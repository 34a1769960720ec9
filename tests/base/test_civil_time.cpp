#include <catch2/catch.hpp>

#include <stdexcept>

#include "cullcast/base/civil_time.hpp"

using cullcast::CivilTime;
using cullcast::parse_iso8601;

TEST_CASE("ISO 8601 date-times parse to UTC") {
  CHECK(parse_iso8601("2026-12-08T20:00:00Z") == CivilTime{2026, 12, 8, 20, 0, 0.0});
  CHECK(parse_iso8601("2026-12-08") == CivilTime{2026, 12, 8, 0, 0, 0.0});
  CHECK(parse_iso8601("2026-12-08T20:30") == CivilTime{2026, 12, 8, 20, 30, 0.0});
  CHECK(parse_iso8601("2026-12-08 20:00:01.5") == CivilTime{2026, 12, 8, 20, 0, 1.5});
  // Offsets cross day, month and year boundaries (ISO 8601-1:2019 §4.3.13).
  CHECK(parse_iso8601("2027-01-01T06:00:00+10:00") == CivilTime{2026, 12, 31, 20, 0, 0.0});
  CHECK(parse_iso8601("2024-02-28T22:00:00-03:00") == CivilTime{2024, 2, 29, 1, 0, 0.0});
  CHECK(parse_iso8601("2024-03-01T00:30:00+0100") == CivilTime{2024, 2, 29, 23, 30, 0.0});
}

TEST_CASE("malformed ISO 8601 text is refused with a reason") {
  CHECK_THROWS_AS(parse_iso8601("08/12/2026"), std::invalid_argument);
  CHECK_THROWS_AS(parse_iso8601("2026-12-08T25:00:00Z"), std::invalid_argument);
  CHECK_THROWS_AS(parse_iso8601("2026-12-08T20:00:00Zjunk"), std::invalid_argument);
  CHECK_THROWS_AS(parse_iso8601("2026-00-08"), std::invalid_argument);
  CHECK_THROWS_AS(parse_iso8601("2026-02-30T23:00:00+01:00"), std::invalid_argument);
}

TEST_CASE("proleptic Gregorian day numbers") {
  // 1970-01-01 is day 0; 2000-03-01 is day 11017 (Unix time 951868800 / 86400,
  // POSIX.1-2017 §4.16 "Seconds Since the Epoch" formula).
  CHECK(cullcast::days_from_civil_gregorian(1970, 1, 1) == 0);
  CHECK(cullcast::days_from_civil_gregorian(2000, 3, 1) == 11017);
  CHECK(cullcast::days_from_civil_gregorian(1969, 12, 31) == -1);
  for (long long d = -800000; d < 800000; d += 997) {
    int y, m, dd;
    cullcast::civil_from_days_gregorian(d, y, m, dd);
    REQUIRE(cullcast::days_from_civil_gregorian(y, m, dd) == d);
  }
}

-------

Each record above is to be written out again exactly.

RESPONSE —
repository 34a1769960720ec9
filename tests/base/test_civil_time.cpp
#include <catch2/catch.hpp>

#include <stdexcept>

#include "cullcast/base/civil_time.hpp"

using cullcast::CivilTime;
using cullcast::parse_iso8601;

TEST_CASE("ISO 8601 date-times parse to UTC") {
  CHECK(parse_iso8601("2026-12-08T20:00:00Z") == CivilTime{2026, 12, 8, 20, 0, 0.0});
  CHECK(parse_iso8601("2026-12-08") == CivilTime{2026, 12, 8, 0, 0, 0.0});
  CHECK(parse_iso8601("2026-12-08T20:30") == CivilTime{2026, 12, 8, 20, 30, 0.0});
  CHECK(parse_iso8601("2026-12-08 20:00:01.5") == CivilTime{2026, 12, 8, 20, 0, 1.5});
  // Offsets cross day, month and year boundaries (ISO 8601-1:2019 §4.3.13).
  CHECK(parse_iso8601("2027-01-01T06:00:00+10:00") == CivilTime{2026, 12, 31, 20, 0, 0.0});
  CHECK(parse_iso8601("2024-02-28T22:00:00-03:00") == CivilTime{2024, 2, 29, 1, 0, 0.0});
  CHECK(parse_iso8601("2024-03-01T00:30:00+0100") == CivilTime{2024, 2, 29, 23, 30, 0.0});
}

TEST_CASE("malformed ISO 8601 text is refused with a reason") {
  CHECK_THROWS_AS(parse_iso8601("08/12/2026"), std::invalid_argument);
  CHECK_THROWS_AS(parse_iso8601("2026-12-08T25:00:00Z"), std::invalid_argument);
  CHECK_THROWS_AS(parse_iso8601("2026-12-08T20:00:00Zjunk"), std::invalid_argument);
  CHECK_THROWS_AS(parse_iso8601("2026-00-08"), std::invalid_argument);
  CHECK_THROWS_AS(parse_iso8601("2026-02-30T23:00:00+01:00"), std::invalid_argument);
}

TEST_CASE("proleptic Gregorian day numbers") {
  // 1970-01-01 is day 0; 2000-03-01 is day 11017 (Unix time 951868800 / 86400,
  // POSIX.1-2017 §4.16 "Seconds Since the Epoch" formula).
  CHECK(cullcast::days_from_civil_gregorian(1970, 1, 1) == 0);
  CHECK(cullcast::days_from_civil_gregorian(2000, 3, 1) == 11017);
  CHECK(cullcast::days_from_civil_gregorian(1969, 12, 31) == -1);
  for (long long d = -800000; d < 800000; d += 997) {
    int y, m, dd;
    cullcast::civil_from_days_gregorian(d, y, m, dd);
    REQUIRE(cullcast::days_from_civil_gregorian(y, m, dd) == d);
  }
}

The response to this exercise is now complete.